#### TASK INPUTS ####

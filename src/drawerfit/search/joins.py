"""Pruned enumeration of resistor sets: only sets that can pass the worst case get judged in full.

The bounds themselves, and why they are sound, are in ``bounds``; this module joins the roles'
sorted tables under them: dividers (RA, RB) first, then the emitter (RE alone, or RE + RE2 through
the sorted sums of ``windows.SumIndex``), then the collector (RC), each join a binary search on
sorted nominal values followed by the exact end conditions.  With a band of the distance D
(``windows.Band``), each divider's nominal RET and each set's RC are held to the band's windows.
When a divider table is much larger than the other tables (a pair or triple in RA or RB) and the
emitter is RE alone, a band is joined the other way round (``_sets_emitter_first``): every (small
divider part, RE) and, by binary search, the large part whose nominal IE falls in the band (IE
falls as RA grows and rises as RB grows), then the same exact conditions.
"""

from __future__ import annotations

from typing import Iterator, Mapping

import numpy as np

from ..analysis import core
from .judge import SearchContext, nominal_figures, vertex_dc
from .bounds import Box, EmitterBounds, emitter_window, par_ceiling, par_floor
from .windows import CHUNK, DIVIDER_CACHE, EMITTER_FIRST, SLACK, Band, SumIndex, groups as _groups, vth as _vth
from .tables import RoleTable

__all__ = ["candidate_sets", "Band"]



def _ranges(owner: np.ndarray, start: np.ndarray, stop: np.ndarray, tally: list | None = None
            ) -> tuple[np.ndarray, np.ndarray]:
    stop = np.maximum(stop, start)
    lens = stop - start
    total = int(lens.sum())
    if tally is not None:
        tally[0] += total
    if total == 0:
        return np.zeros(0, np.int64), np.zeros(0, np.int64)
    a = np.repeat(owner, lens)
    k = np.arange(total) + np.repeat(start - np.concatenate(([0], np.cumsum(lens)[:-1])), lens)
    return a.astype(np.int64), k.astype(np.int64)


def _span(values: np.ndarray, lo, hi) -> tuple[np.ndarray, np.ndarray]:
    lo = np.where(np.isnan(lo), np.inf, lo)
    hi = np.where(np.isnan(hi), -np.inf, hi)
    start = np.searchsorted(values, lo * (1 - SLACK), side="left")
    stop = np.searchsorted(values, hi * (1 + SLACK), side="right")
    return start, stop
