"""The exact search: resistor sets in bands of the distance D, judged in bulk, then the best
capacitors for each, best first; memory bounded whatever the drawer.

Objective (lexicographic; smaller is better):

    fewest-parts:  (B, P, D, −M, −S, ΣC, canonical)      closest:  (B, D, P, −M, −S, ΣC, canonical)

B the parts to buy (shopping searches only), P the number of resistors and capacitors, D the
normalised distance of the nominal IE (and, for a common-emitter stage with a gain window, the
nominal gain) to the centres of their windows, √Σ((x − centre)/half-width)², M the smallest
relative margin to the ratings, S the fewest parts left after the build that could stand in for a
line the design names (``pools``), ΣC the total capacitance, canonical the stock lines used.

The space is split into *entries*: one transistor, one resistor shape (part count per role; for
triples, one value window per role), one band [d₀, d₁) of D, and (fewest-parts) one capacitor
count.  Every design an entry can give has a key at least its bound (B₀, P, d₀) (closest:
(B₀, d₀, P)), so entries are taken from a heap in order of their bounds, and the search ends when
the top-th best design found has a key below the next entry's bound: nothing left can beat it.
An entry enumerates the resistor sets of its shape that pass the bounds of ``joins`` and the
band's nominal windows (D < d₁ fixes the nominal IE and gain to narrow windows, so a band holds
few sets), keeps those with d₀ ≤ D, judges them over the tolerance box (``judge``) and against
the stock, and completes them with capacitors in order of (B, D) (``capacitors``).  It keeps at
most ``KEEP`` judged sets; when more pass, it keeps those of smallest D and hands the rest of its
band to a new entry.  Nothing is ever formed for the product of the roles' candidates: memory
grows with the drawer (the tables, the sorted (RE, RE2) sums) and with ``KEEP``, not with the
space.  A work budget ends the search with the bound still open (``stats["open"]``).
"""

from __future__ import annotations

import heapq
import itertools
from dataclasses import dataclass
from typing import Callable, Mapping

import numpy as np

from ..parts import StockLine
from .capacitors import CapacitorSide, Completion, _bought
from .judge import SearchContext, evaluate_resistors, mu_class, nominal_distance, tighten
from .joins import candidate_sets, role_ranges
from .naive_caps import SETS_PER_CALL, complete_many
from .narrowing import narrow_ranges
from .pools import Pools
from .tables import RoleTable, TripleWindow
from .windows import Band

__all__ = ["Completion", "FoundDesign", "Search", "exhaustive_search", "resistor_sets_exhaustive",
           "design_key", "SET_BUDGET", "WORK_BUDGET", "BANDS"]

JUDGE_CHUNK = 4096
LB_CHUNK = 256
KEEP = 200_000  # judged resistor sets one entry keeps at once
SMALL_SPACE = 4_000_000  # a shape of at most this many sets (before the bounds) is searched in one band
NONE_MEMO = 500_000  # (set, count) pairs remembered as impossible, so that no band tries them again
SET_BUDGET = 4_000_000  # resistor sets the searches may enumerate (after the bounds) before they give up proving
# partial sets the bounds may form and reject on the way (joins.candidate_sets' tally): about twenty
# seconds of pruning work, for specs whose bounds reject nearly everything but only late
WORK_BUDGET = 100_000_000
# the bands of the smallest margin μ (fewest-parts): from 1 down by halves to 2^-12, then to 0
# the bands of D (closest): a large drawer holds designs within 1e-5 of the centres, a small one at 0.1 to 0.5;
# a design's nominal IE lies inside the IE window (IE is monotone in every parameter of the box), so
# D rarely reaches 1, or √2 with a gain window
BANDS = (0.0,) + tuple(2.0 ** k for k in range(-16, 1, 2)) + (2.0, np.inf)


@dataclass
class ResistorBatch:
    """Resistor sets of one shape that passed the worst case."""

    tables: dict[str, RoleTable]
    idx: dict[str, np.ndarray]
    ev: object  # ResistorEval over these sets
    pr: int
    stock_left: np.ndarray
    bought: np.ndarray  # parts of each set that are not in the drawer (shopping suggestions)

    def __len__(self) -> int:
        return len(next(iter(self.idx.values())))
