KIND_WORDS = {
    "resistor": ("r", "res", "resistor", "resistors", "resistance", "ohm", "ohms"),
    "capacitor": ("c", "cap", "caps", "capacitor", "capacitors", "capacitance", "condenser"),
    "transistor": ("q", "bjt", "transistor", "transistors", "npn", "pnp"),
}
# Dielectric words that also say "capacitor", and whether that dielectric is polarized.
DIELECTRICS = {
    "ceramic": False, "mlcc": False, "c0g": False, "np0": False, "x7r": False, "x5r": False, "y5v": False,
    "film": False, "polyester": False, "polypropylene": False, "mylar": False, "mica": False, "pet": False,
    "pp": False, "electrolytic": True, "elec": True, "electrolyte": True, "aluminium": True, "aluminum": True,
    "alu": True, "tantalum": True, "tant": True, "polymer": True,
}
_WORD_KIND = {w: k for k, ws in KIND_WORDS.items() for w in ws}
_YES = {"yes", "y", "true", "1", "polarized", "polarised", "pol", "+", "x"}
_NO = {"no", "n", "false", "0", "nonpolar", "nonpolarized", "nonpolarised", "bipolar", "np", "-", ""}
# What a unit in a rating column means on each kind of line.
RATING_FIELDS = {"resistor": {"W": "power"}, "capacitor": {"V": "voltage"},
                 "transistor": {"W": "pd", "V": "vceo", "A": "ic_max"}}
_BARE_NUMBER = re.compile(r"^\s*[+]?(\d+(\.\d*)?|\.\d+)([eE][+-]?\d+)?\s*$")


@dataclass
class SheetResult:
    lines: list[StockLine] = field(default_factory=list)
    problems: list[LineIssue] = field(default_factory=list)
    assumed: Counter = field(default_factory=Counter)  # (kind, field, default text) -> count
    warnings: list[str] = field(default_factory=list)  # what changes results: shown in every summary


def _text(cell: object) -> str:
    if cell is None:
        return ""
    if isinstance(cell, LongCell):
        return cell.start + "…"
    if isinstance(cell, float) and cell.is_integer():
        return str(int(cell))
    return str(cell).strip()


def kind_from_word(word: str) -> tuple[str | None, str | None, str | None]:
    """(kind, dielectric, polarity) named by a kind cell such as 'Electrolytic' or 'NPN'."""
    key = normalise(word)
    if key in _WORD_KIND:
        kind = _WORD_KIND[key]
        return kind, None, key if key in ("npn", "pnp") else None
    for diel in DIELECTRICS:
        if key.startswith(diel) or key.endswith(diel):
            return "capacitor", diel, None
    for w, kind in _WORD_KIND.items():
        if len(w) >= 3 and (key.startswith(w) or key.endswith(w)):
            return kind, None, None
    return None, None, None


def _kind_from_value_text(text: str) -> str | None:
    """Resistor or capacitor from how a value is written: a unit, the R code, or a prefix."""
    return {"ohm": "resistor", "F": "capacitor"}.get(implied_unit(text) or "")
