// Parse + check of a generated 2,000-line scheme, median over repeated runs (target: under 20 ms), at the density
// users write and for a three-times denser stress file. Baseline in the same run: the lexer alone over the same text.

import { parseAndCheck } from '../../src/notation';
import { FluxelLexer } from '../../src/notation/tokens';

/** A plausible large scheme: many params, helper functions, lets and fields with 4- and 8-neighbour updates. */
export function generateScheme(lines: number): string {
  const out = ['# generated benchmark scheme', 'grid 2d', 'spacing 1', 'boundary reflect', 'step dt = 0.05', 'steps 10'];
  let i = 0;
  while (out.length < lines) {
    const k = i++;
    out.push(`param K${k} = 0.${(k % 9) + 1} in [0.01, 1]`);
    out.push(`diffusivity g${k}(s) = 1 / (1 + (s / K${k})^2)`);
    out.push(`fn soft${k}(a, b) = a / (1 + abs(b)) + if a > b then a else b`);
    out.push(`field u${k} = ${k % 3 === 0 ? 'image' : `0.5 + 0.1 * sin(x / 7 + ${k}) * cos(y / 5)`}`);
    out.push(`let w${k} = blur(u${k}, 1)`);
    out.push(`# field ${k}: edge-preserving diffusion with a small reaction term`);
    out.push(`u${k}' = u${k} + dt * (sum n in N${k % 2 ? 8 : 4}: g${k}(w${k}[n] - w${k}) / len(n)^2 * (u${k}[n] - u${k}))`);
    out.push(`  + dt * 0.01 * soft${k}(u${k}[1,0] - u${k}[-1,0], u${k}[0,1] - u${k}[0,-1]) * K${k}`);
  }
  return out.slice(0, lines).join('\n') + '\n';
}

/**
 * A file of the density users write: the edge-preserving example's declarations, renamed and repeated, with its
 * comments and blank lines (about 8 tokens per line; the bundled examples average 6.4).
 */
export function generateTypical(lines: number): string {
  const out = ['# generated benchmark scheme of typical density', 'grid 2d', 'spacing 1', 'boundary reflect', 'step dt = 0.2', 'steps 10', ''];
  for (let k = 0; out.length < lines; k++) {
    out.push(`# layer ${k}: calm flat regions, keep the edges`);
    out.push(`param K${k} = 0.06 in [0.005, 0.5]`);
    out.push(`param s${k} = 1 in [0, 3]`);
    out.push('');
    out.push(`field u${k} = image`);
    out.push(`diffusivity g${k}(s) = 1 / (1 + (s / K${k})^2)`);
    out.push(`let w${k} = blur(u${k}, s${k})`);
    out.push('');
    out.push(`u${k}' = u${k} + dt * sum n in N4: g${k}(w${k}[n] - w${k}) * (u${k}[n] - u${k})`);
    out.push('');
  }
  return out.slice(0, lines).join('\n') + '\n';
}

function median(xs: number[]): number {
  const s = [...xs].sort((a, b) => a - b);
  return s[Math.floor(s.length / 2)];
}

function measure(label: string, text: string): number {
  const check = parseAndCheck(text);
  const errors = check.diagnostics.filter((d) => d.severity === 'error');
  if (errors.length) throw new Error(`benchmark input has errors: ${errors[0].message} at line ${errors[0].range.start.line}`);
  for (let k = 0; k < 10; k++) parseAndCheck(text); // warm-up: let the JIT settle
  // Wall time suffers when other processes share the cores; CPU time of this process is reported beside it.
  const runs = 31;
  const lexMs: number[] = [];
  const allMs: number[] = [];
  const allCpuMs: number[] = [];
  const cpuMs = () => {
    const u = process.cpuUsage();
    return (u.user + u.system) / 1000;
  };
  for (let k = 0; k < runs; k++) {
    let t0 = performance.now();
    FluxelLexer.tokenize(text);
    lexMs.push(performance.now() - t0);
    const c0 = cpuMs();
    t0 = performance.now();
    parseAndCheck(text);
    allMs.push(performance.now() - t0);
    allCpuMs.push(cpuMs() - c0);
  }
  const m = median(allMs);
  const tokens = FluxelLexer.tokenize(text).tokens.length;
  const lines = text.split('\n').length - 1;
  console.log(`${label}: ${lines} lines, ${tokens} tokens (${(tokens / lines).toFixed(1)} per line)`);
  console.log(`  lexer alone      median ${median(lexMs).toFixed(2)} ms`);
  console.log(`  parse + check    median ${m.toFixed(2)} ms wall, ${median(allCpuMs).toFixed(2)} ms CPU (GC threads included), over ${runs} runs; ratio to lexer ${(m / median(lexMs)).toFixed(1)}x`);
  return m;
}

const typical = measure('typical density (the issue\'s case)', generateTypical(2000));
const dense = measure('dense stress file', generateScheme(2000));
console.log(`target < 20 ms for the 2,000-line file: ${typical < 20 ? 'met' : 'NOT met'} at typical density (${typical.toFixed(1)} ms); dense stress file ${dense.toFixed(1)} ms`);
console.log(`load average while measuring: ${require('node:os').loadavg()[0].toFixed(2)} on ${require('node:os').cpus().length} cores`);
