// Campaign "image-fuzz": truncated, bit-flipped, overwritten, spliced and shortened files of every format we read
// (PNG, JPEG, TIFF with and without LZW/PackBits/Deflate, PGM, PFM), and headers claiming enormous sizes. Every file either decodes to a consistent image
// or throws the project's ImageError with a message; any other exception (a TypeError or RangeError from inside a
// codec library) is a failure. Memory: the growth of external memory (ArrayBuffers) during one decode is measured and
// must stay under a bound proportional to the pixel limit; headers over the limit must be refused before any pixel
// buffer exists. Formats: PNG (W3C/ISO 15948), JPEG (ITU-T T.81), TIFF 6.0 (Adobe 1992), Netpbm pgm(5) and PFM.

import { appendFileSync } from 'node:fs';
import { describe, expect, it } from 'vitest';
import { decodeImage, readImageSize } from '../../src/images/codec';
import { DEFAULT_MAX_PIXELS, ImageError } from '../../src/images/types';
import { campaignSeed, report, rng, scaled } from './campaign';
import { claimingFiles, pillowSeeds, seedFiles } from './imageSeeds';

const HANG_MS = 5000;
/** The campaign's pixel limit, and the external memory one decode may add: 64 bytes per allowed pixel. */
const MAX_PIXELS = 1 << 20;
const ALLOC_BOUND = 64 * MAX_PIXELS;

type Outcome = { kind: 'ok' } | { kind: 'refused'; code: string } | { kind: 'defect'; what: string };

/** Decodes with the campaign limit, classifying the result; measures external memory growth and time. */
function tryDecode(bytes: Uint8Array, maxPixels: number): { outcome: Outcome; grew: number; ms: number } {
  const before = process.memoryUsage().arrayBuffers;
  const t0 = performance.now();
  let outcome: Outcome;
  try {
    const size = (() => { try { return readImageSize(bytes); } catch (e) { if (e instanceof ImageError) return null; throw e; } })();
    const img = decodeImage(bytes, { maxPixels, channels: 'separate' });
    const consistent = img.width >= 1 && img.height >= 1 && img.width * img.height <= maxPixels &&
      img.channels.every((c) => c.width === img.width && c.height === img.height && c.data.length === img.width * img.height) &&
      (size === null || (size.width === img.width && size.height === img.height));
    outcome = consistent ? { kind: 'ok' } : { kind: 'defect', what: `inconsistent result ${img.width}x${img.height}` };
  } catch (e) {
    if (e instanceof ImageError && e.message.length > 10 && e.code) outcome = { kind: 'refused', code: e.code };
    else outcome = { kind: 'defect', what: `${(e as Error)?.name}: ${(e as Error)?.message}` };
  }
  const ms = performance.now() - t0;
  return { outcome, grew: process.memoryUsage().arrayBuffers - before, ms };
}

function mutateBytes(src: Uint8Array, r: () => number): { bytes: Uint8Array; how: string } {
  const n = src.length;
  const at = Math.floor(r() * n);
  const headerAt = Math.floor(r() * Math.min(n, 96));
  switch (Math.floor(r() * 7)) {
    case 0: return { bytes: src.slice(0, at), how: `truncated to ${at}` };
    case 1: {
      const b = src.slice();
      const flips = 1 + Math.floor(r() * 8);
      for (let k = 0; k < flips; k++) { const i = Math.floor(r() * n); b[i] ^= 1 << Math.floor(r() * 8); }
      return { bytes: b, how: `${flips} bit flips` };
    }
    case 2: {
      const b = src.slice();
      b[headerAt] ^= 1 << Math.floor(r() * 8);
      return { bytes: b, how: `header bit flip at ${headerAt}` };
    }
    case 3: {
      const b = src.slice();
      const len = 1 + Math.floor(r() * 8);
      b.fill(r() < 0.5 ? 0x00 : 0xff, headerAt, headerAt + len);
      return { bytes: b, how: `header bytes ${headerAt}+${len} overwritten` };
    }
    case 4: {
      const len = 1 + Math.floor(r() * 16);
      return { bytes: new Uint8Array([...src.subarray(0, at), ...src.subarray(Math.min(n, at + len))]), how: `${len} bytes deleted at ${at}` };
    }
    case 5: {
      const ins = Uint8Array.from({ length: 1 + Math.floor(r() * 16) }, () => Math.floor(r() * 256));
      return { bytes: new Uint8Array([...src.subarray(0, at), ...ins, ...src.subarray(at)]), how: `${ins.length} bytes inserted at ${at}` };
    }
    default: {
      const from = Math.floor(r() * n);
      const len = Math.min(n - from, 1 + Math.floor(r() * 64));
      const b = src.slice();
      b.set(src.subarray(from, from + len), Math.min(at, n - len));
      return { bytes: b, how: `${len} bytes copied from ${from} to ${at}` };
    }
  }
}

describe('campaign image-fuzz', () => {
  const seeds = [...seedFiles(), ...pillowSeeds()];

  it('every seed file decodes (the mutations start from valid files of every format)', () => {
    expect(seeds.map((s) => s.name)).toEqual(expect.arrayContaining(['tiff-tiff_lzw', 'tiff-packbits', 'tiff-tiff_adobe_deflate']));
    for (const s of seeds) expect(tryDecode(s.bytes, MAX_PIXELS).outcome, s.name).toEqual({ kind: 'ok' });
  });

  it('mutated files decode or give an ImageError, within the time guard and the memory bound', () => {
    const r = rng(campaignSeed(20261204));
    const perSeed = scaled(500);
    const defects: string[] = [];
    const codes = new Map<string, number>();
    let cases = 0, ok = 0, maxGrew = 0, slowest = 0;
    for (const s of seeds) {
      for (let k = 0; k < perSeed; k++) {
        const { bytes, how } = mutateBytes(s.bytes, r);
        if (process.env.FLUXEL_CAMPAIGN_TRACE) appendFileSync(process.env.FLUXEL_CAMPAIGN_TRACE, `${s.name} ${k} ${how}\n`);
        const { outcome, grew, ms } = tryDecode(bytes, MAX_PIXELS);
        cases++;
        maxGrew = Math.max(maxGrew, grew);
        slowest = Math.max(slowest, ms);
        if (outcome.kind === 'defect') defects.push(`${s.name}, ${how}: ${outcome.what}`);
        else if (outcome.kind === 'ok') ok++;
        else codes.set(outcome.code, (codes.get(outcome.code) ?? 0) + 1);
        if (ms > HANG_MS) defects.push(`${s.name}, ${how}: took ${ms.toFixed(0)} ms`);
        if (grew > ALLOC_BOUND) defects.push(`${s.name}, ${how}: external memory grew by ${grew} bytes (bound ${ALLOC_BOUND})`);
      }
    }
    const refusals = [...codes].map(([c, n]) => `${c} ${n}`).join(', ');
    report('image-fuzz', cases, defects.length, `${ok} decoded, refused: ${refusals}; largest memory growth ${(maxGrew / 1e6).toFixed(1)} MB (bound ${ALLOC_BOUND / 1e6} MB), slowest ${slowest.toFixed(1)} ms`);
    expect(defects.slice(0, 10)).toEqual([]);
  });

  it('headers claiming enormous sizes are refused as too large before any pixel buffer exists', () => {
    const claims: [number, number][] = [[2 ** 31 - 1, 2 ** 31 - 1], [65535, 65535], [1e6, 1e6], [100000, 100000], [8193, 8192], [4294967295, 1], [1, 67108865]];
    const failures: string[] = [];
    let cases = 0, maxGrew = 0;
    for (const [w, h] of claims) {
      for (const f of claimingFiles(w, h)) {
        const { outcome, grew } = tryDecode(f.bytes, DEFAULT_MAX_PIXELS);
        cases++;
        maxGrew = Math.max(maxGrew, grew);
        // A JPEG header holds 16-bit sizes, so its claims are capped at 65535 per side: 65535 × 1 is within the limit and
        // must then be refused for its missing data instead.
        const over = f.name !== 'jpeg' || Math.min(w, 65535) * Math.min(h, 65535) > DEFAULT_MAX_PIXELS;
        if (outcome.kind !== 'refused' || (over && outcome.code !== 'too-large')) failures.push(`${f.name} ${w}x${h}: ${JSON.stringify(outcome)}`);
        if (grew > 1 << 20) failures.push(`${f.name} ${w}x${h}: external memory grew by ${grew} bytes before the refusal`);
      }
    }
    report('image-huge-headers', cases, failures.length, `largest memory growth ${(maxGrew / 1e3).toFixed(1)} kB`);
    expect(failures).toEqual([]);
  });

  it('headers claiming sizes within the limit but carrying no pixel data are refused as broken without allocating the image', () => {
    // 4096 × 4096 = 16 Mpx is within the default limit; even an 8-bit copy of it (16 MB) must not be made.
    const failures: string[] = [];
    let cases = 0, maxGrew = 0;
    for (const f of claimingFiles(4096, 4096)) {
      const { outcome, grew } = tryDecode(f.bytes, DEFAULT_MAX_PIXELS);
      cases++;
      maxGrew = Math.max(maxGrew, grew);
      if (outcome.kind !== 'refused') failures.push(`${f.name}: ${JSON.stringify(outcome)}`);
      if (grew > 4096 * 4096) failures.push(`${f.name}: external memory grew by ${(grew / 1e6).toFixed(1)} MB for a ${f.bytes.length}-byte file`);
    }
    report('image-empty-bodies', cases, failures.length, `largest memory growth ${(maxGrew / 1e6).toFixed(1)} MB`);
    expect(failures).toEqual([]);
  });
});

####

■ WHAT TO WORK ON ■
Only the lines of the data holding the string "SumIndex" are wanted; copy each of them.

■ EXERCISE RESULT ■
the sorted sums of ``windows.SumIndex``), then the collector (RC), each join a binary search on
from .windows import CHUNK, DIVIDER_CACHE, EMITTER_FIRST, SLACK, Band, SumIndex, groups as _groups, vth as _vth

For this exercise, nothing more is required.